### [TASK OBJECTIVE]
Every line of the records below that holds the word "under" should be copied out.

### [RECORDS SHOWN]
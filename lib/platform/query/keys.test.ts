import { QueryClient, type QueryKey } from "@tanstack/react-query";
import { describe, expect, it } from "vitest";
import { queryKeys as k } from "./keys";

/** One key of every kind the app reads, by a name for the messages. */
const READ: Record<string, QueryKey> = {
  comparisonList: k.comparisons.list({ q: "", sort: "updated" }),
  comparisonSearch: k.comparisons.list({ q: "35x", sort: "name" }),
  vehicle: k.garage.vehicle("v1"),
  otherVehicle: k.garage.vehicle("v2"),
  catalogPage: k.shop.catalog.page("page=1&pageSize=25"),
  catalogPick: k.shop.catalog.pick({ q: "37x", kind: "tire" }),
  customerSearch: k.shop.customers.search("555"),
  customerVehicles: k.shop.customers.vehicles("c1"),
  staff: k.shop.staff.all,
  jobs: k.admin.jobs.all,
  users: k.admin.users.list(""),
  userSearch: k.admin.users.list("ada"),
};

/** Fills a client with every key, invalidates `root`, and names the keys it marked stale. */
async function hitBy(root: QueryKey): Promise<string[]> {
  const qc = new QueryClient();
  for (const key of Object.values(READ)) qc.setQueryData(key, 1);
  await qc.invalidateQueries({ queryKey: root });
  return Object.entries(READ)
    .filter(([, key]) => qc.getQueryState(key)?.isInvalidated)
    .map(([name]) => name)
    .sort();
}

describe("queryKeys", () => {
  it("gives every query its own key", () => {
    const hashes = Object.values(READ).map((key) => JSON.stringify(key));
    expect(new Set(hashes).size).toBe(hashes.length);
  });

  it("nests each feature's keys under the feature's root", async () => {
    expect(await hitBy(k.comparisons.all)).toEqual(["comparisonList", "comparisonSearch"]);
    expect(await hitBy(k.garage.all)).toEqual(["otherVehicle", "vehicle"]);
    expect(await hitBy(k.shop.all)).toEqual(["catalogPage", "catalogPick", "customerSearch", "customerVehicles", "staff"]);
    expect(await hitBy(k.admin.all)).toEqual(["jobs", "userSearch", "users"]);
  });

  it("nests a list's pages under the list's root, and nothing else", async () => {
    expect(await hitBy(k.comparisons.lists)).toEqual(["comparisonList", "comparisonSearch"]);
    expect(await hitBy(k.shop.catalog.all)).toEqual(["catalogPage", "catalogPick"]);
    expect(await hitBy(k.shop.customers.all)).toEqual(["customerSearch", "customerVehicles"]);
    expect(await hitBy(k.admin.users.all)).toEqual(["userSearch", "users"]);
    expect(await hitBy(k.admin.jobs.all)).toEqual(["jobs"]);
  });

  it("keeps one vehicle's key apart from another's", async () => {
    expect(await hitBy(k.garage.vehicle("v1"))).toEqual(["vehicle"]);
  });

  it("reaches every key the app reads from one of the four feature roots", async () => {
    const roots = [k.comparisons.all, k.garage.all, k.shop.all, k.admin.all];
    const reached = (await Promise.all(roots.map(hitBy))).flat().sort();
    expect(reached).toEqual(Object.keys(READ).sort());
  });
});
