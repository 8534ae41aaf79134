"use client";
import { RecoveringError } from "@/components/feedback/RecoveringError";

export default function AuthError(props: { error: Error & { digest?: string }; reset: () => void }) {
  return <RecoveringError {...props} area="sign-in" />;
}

* * *

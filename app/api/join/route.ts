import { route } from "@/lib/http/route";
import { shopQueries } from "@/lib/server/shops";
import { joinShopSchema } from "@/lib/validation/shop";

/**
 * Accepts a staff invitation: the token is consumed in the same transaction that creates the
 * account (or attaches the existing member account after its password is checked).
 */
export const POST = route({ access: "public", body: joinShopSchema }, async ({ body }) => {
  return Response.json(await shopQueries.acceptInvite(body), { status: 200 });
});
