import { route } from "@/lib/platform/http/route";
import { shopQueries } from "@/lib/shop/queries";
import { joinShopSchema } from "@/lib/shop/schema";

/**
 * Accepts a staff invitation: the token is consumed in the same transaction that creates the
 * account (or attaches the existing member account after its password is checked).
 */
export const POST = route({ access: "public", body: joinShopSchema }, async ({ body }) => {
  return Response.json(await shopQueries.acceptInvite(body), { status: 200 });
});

--

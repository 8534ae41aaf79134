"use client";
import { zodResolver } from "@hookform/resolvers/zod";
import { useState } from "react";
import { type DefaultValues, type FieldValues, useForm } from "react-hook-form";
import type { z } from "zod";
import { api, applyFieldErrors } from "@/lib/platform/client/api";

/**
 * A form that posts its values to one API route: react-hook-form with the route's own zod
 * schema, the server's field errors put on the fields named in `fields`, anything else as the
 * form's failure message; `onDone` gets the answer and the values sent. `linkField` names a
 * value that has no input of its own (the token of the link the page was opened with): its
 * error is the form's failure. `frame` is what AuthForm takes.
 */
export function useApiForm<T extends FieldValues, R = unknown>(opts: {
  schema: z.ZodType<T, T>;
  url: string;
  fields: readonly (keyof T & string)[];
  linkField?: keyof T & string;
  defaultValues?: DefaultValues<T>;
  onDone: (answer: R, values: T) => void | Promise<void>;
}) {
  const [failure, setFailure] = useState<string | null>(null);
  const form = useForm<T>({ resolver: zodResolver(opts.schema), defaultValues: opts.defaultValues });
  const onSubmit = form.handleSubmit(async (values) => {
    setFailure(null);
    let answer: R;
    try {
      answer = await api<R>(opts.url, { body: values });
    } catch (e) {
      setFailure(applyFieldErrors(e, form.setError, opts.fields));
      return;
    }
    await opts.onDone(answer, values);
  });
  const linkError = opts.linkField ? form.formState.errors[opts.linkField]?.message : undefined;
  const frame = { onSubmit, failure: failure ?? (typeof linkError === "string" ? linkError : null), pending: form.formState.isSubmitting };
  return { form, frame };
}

### [ANSWER TO THIS TASK]
  it("nests each feature's keys under the feature's root", async () => {
  it("nests a list's pages under the list's root, and nothing else", async () => {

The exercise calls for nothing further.